The Chair thanked members of Sheffield Young Advisors, Sheffield Youth Cabinet and Sheffield Futures for attending the meeting and said that he didn’t want this meeting to be the first and last time that the Council met with them.  He suggested that a cross-party working group could be established with a long term link into the Youth Council.




Evidence given by Robin Hughes – Joined Up Heritage, Sheffield





A written submission was previously circulated to the Committee.






Robin Hughes explained that he had experience of negotiating with the Council on heritage matters and within its current governance arrangements. He then identified key areas for improvement, as set out below.






A change in attitude was important and a process of change in governance arrangements would not guarantee that. It was about more than structures but might include an all-party, non-partisan culture. The experience of Planning and Highways Committee was that it operated in a non-partisan way. However, perception may be different and so appearance of the way it operated was also important.






There was a high level of skills/knowledge required and it was important that a committee was able to challenge effectively and with sufficient knowledge to do so. In any new system, councillors should participate in training and proactively seek to develop themselves. In addition to their own skills and knowledge, councillors would also need to seek advice from experts, including officers of the Council with specialist knowledge and external expertise, where appropriate.






It was also important to see any potential conflict between decisions, such as those taken for economic reasons, and the potential effect on other relevant issues and aims.






Continuity and consistency were considered to be important in the development of relationships and it was also felt that there should be a limit on the powers of individuals.






It was thought that structures may be a consequence of the culture of an organisation and there was a risk in any change of structure that the previous (in this case, cabinet) structure would simply be carried over in another form (such as lead committee chairs). Any new generation of Chairs should be from a range of political parties and in a culture which did not allow individuals to dominate.






There should also be a good scheme of delegation which needed to be carefully handled and there was a potential for small sub- committees to be formed as part of a new structure. Decisions about policy should be collective and not made at an individual level.






Stability would help to foster relationships with the heritage community and it was hoped that there would be early engagement and demonstrable opportunities for input throughout the decision making process. Such an example was the Heart of the City Two Project and the opportunity for open conversations in the design of a scheme that worked with heritage and without compromising viability. This was considered to be an open and inclusive approach and was a benchmark for such decisions and would result in a better scheme.






Changing peoples’ perceptions was an issue and there was a need to be seen to make a difference. This should be measured to take the temperature of public perception before and after a change.

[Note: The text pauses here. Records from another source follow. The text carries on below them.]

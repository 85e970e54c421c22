"""Blocks of variables and rows, assembled with numpy before any Pyomo object exists.

Each constraint family (capacity, dispatch, storage, fuels, emissions, policy) adds its rows here as arrays of
(row, column, coefficient) triples. :mod:`pathcast.model.pyomo_model` then turns the blocks into one Pyomo component
per family; keeping the maths in arrays is what lets a national model build in seconds.
"""

from __future__ import annotations

import math
from dataclasses import dataclass, field

import numpy as np
import scipy.sparse as sp

__all__ = ["VariableBlock", "RowBlock", "LinearProgram"]


@dataclass
class VariableBlock:
    """A family of columns laid out as an array of ``shape`` over the named ``dims``."""

    name: str
    dims: tuple[str, ...]
    shape: tuple[int, ...]
    offset: int
    unit: str
    lower: np.ndarray
    upper: np.ndarray

    @property
    def size(self) -> int:
        return int(np.prod(self.shape)) if self.shape else 1

    def columns(self, *index: np.ndarray | int) -> np.ndarray:
        """Global column numbers of the given (broadcast) index arrays."""
        if not index:
            return self.offset + np.arange(self.size)
        arrays = np.broadcast_arrays(*[np.asarray(i) for i in index])
        return self.offset + np.ravel_multi_index(arrays, self.shape)

    def all(self) -> np.ndarray:
        """Global column numbers of the whole block, shaped like the block."""
        return (self.offset + np.arange(self.size)).reshape(self.shape)


@dataclass
class RowBlock:
    """A family of rows over ``dims``, with sense ``"=="``, ``"<="`` or ``">="`` and right-hand sides."""

    name: str
    dims: tuple[str, ...]
    shape: tuple[int, ...]
    sense: str
    rhs: np.ndarray
    unit: str
    rows: list[np.ndarray] = field(default_factory=list)
    cols: list[np.ndarray] = field(default_factory=list)
    coefs: list[np.ndarray] = field(default_factory=list)
    offset: int = 0

    @property
    def size(self) -> int:
        return int(np.prod(self.shape)) if self.shape else 1

    def add(self, rows: np.ndarray, cols: np.ndarray, coefs: np.ndarray | float) -> None:
        """Add coefficients; ``rows`` are local row numbers (flat), broadcast against ``cols`` and ``coefs``."""
        rows, cols, coefs = np.broadcast_arrays(
            np.asarray(rows), np.asarray(cols), np.asarray(coefs, dtype=float)
        )
        self.rows.append(rows.ravel())
        self.cols.append(cols.ravel())
        self.coefs.append(coefs.ravel())

    def local(self) -> np.ndarray:
        """Local row numbers shaped like the block."""
        return np.arange(self.size).reshape(self.shape)


class LinearProgram:
    """min c'x  s.t.  row blocks, column bounds. Pure numpy/scipy; no modelling-layer objects."""

    def __init__(self) -> None:
        self.variables: dict[str, VariableBlock] = {}
        self.row_blocks: dict[str, RowBlock] = {}
        self._n_cols = 0
        self._cost_cols: list[np.ndarray] = []
        self._cost_coefs: list[np.ndarray] = []
        self._matrix_cache: tuple | None = None  # (fingerprint, (matrix, lower, upper))

    # ---------------------------------------------------------------------------------------- variables
    def add_variables(
        self,
        name: str,
        dims: tuple[str, ...],
        shape: tuple[int, ...],
        unit: str,
        lower: float | np.ndarray = 0.0,
        upper: float | np.ndarray = math.inf,
    ) -> VariableBlock:
        size = int(np.prod(shape)) if shape else 1
        block = VariableBlock(
            name=name,
            dims=dims,
            shape=tuple(shape),
            offset=self._n_cols,
            unit=unit,
            lower=np.broadcast_to(np.asarray(lower, dtype=float), shape).ravel().copy(),
            upper=np.broadcast_to(np.asarray(upper, dtype=float), shape).ravel().copy(),
        )
        self._n_cols += size
        self.variables[name] = block
        return block

    @property
    def n_cols(self) -> int:
        return self._n_cols

    def add_cost(self, cols: np.ndarray, coefs: np.ndarray | float) -> None:
        """Add objective coefficients [million currency per unit of the column]."""
        cols, coefs = np.broadcast_arrays(np.asarray(cols), np.asarray(coefs, dtype=float))
        self._cost_cols.append(cols.ravel())
        self._cost_coefs.append(coefs.ravel())

    # ---------------------------------------------------------------------------------------- rows
    def add_rows(
        self,
        name: str,
        dims: tuple[str, ...],
        shape: tuple[int, ...],
        sense: str,
        unit: str,
        rhs: float | np.ndarray = 0.0,
    ) -> RowBlock:
        if sense not in ("==", "<=", ">="):
            raise ValueError(f"sense must be '==', '<=' or '>=', got {sense!r}")
        if name in self.row_blocks:
            raise ValueError(f"row block {name!r} exists already")
        block = RowBlock(
            name=name,
            dims=dims,
            shape=tuple(shape),
            sense=sense,
            unit=unit,
            rhs=np.broadcast_to(np.asarray(rhs, dtype=float), shape).ravel().copy(),
        )
        self.row_blocks[name] = block
        return block

    # ---------------------------------------------------------------------------------------- assembly
    def cost_vector(self) -> np.ndarray:
        c = np.zeros(self._n_cols)
        if self._cost_cols:
            np.add.at(c, np.concatenate(self._cost_cols), np.concatenate(self._cost_coefs))
        return c

    def _fingerprint(self) -> tuple:
        """Changes whenever a block or a batch of coefficients is added (blocks only ever grow) or a right-hand side
        changes."""
        return (
            self._n_cols,
            tuple((name, b.sense, len(b.rows), hash(b.rhs.tobytes())) for name, b in self.row_blocks.items()),
        )

    def matrix(self) -> tuple[sp.csr_array, np.ndarray, np.ndarray]:
        """The whole constraint matrix in CSR with row lower and upper bounds (duplicates summed, zeros dropped).

        Assembled once and kept until a block or coefficients are added (the pipeline and the Pyomo build both ask
        for it); treat the returned arrays as read-only."""
        key = self._fingerprint()
        if self._matrix_cache is not None and self._matrix_cache[0] == key:
            return self._matrix_cache[1]
        result = self._assemble()
        self._matrix_cache = (key, result)
        return result

    def _assemble(self) -> tuple[sp.csr_array, np.ndarray, np.ndarray]:
        offset = 0
        rows, cols, coefs, lower, upper = [], [], [], [], []
        for block in self.row_blocks.values():
            block.offset = offset
            if block.rows:
                rows.append(np.concatenate(block.rows) + offset)
                cols.append(np.concatenate(block.cols))
                coefs.append(np.concatenate(block.coefs))
            lo = block.rhs.copy() if block.sense in ("==", ">=") else np.full(block.size, -math.inf)
            hi = block.rhs.copy() if block.sense in ("==", "<=") else np.full(block.size, math.inf)
            lower.append(lo)
            upper.append(hi)
            offset += block.size
        if rows:
            matrix = sp.coo_array(
                (np.concatenate(coefs), (np.concatenate(rows), np.concatenate(cols))),
                shape=(offset, self._n_cols),
            ).tocsr()
        else:
            matrix = sp.csr_array((offset, self._n_cols))
        matrix.sum_duplicates()
        matrix.eliminate_zeros()
        return (
            matrix,
            np.concatenate(lower) if lower else np.zeros(0),
            np.concatenate(upper) if upper else np.zeros(0),
        )

    def column_bounds(self) -> tuple[np.ndarray, np.ndarray]:
        blocks = list(self.variables.values())
        return (np.concatenate([b.lower for b in blocks]), np.concatenate([b.upper for b in blocks]))

    def row_offsets(self) -> dict[str, int]:
        offset, out = 0, {}
        for block in self.row_blocks.values():
            out[block.name] = offset
            offset += block.size
        return out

Members of the Committee asked questions and responses were provided by Robin Hughes, as summarised below:-





·        In reference to a question concerning longevity and the term of committee membership, there was a balance in ensuring that the composition of a committee was not either entirely static or subject to sudden change. In practice, it was thought that the process may manage itself. There was also a lot to be said for experience and the commitment of committee members and their own recognition of their responsibilities.





·        There had to be some agreed protocol in respect of relationships, such as between Members and officers and Members and developers and to avoid a situation where any individual had the final say. However, it was acknowledged that protocol alone may not solve some problems.

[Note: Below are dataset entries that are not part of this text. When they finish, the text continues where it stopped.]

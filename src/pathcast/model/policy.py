"""Policy rows: the cumulative carbon budget, yearly caps, the reserve margin on peak demand and the minimum
clean-electricity share. (Phase-outs and build limits are column bounds, set in capacity.)"""

from __future__ import annotations

import numpy as np

from .context import BuildContext
from .dispatch import add_pooled_output

__all__ = ["add_policy"]


def add_policy(ctx: BuildContext) -> None:
    lp, inputs, Y = ctx.lp, ctx.inputs, ctx.Y
    years = inputs.years
    emissions = ctx.blocks["emissions"].all()

    if inputs.budget_mt is not None:
        first, last = inputs.budget_years
        inside = (years >= first) & (years <= last)
        rows = lp.add_rows("carbon_budget", ("budget",), (1,), "<=", "MtCO2", rhs=inputs.budget_mt)
        rows.add(np.zeros(int(inside.sum()), dtype=int), emissions[inside], 1.0)
        if inputs.budget_overshoot_price is not None:
            # priced overshoot [MtCO2] relaxes the budget; it is paid in the budget's last modelled year, so the budget's
            # carbon price in that year is at most the overshoot price [currency/tCO2 = million/MtCO2]
            overshoot = lp.add_variables("budget_overshoot", ("budget",), (1,), "MtCO2")
            ctx.blocks["budget_overshoot"] = overshoot
            rows.add(np.zeros(1, dtype=int), overshoot.all(), -1.0)
            paid = int(np.flatnonzero(inside)[-1]) if inside.any() else Y - 1
            lp.add_cost(overshoot.all(), inputs.budget_overshoot_price * ctx.discount[paid])

    if inputs.emission_caps_mt:
        cap_years = sorted(inputs.emission_caps_mt)
        rows = lp.add_rows(
            "emission_cap",
            ("year",),
            (len(cap_years),),
            "<=",
            "MtCO2/yr",
            rhs=np.array([inputs.emission_caps_mt[y] for y in cap_years]),
        )
        ctx.cap_years = cap_years
        rows.add(np.arange(len(cap_years)), emissions[np.searchsorted(years, cap_years)], 1.0)

    # reserve margin: sum credit x capacity >= (1 + margin) x peak demand [GW]
    credited = [t for t in ctx.capacity_techs if t.capacity_credit > 0]
    rows = lp.add_rows(
        "reserve_margin",
        ("year",),
        (Y,),
        ">=",
        "GW",
        rhs=(1.0 + inputs.reserve_margin) * inputs.peak_demand_gw,
    )
    if credited:
        capacity = ctx.capacity_columns(credited)
        credit = np.array([[t.capacity_credit] for t in credited])
        rows.add(
            np.broadcast_to(np.arange(Y)[None, :], capacity.shape),
            capacity,
            np.broadcast_to(credit, capacity.shape),
        )

    # clean share of generation: sum_clean E - share x sum_all E >= 0 [TWh]
    if inputs.clean_share is not None and ctx.generators:
        active = np.flatnonzero(~np.isnan(inputs.clean_share))
        share = inputs.clean_share[active]
        rows = lp.add_rows("clean_electricity_share", ("year",), (len(active),), ">=", "TWh")
        generation = ctx.blocks["generation"].all()[:, active]  # [G, A, D, H]
        weight = ctx.hour_weight[active] / 1000.0  # GWh -> TWh
        r = np.broadcast_to(np.arange(len(active))[:, None, None], weight.shape)
        for g, t in enumerate(ctx.dispatched_generators):
            coef = (float(t.clean) - share[:, None, None]) * weight
            rows.add(r, generation[g], coef)
        if ctx.pooled_generators:
            # pooled generators are clean: (1 - share) x (available output - curtailment)
            coef = (1.0 - share[:, None, None]) * weight
            add_pooled_output(ctx, rows, r, coef, years=active)
            rows.add(r, ctx.blocks["curtailment"].all()[active], -coef)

·        In relation to how a different system might address perceived problems, it was important for the public to understand what they were able to do to participate and hold discussions with those making decisions as part of the process of decision making.





·        In relation to people standing for public office as members of the Council and enhancing representation and a connection with communities, it was important to have in place training and opportunities for the acquisition of relevant knowledge in order for Members to carry out their roles.

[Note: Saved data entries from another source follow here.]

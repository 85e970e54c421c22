"""Emissions [MtCO2/yr], counted once where fossil carbon is burned: in power plants for the fuel they burn, in final
use for the fuel delivered to final demand, plus any process emissions of converters. Fuel turned into another fuel is
not combustion. Emission factors [tCO2/GJ] equal [MtCO2/PJ]."""

from __future__ import annotations

from dataclasses import dataclass

import numpy as np

from ..scenario.inputs import PJ_PER_GWH, present
from .context import BuildContext, read_only
from .names import CONVERTER_INPUT, CONVERTER_POWER, DELIVERY, EMISSIONS, EMISSIONS_DEFINITION, FUEL_USE

__all__ = ["add_emissions", "read_emissions", "EmissionsValues"]


def add_emissions(ctx: BuildContext) -> None:
    lp, inputs, Y = ctx.lp, ctx.inputs, ctx.Y
    ef = inputs.emission_factor
    emissions = lp.add_variables(EMISSIONS, ("year",), (Y,), "MtCO2/yr")
    ctx.blocks[EMISSIONS] = emissions
    rows = lp.add_rows(EMISSIONS_DEFINITION, ("year",), (Y,), "==", "MtCO2/yr")
    r = rows.local()
    rows.add(r, emissions.all(), 1.0)
    for i, t in enumerate(ctx.fuel_generators):
        fuel = present(t.fuel)
        if ef.get(fuel, 0.0):
            rows.add(r, ctx.blocks[FUEL_USE].all()[i], -ef[fuel])
    fuels = list(inputs.fuels)
    for p, (_d, c) in enumerate(ctx.delivery_pairs):
        if ef.get(fuels[c], 0.0):
            rows.add(r, ctx.blocks[DELIVERY].all()[p], -ef[fuels[c]])
    for i, t in enumerate(ctx.fuel_converters):
        if t.process_emission_factor:
            rows.add(r, ctx.blocks[CONVERTER_INPUT].all()[i], -t.process_emission_factor * t.efficiency)
    for i, t in enumerate(ctx.electric_converters):
        if t.process_emission_factor:
            coef = -t.process_emission_factor * t.efficiency * ctx.hour_weight * PJ_PER_GWH
            rows.add(
                np.broadcast_to(r[:, None, None], coef.shape), ctx.blocks[CONVERTER_POWER].all()[i], coef
            )
    # a carbon price path [currency/tCO2] = [million currency / MtCO2]
    lp.add_cost(emissions.all(), inputs.carbon_price * ctx.discount)


@dataclass(frozen=True)
class EmissionsValues:
    """The emissions family's solution: total emissions by year, the same split by source, and the carbon price
    path's cost it adds to the objective (undiscounted)."""

    years: tuple[int, ...]
    total_mtco2: np.ndarray  # [Y] emissions [MtCO2/yr]
    sources: tuple[
        str, ...
    ]  # each emitting source (rows of by_source_mtco2): a technology, or "demand (fuel)"
    sectors: tuple[str, ...]  # "power", "final use" or "conversion", per source
    by_source_mtco2: np.ndarray  # [E, Y] emissions of each source [MtCO2/yr]; rows sum to total_mtco2
    carbon_price_cost_million: np.ndarray  # [Y] emissions at the scenario's carbon price path [million/yr]


def read_emissions(ctx: BuildContext, x: np.ndarray) -> EmissionsValues:
    """The emissions family's values from the primal values ``x`` (LP column order); sources in the order the
    emissions rows count them (power plants, final use, fuel converters, electric converters)."""
    inputs, Y = ctx.inputs, ctx.Y
    ef = inputs.emission_factor
    fuels = list(inputs.fuels)
    fuel_use = ctx.column_values(FUEL_USE, x)
    delivery = ctx.column_values(DELIVERY, x)
    conv_input = ctx.column_values(CONVERTER_INPUT, x)
    conv_power = ctx.column_values(CONVERTER_POWER, x)
    parts: list[tuple[str, str, np.ndarray]] = []
    for i, t in enumerate(ctx.fuel_generators):
        fuel = present(t.fuel)
        if ef.get(fuel, 0.0):
            parts.append((t.name, "power", fuel_use[i] * ef[fuel]))
    for p, (d, c) in enumerate(ctx.delivery_pairs):
        if ef.get(fuels[c], 0.0):
            parts.append(
                (f"{inputs.fuel_demands[d].name} ({fuels[c]})", "final use", delivery[p] * ef[fuels[c]])
            )
    for c, t in enumerate(ctx.fuel_converters):
        if t.process_emission_factor:
            parts.append((t.name, "conversion", conv_input[c] * t.efficiency * t.process_emission_factor))
    for c, t in enumerate(ctx.electric_converters):
        if t.process_emission_factor:
            drawn_gwh = (conv_power[c] * ctx.hour_weight).sum(axis=(1, 2))
            parts.append(
                (t.name, "conversion", t.efficiency * drawn_gwh * PJ_PER_GWH * t.process_emission_factor)
            )
    total = ctx.column_values(EMISSIONS, x)
    return EmissionsValues(
        years=tuple(int(year) for year in inputs.years),
        total_mtco2=read_only(total),
        sources=tuple(name for name, _sector, _values in parts),
        sectors=tuple(sector for _name, sector, _values in parts),
        by_source_mtco2=read_only(
            np.array([values for _name, _sector, values in parts], dtype=float).reshape(len(parts), Y)
        ),
        carbon_price_cost_million=read_only(total * inputs.carbon_price),
    )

·        At the same time, it was appropriate not to set too high a bar for entry, but for training to be supportive and to provide the appropriate tools. It would also be possible for newer Members to acquire skills from existing committee members. Training could be seen as a set of tools which were relatively easily deliverable and which provided knowledge and it was appropriate to offer learning materials to councillors. It was also acknowledged that most people did not come into the Council as experts.





·        It was suggested that a heritage committee was established because heritage was considered fundamental to the economic success of the city and it had related social and health benefits. It was therefore important to build on the advantages of those heritage benefits. It also allowed the city to compete, using its own heritage characteristics and provided people with a sense of belonging. The particular story of a city helped to root people in that place.






Evidence given by Dr Karen Ford






A written submission was previously circulated to the Committee.






Dr Karen Ford spoke about her experience of putting objections to the Council’s Planning and Highways Committee, in writing and then by attending a meeting of the Committee. She commented on the amount of time (five minutes) allocated to people wishing to speak at the Committee and said she felt that questions that she had raised had not been answered. She said that the experience had been off-putting,  in terms of her engaging with other issues in the future.






She said that the cabinet system placed the power to make decisions in the hands of a small number of people. Any new system of governance would need to be transparent and it was considered that there was a lack of transparency in the way some decisions, such as those regarding the Highways Private Finance Initiative (PFI) were made. There also needed to be a change in attitude and a process which was clear and transparent and in service of action.






Dr Ford suggested four principles, namely fair and meaningful representation; increased participation and impact; cultural, structural and process change; and clear standards and measuring improvement. She enquired as to the extent to which the Centre for Public Scrutiny (CfPS) was being engaged in the process and use made of its expertise. Support could also be given to councillors to be confident about engaging with experts and knowing when it was the right time to seek expertise.






The Chair clarified that the CfPS had addressed the Scrutiny Committee at its meeting on 26 November and had also participated in the public event held on 30 October 2019.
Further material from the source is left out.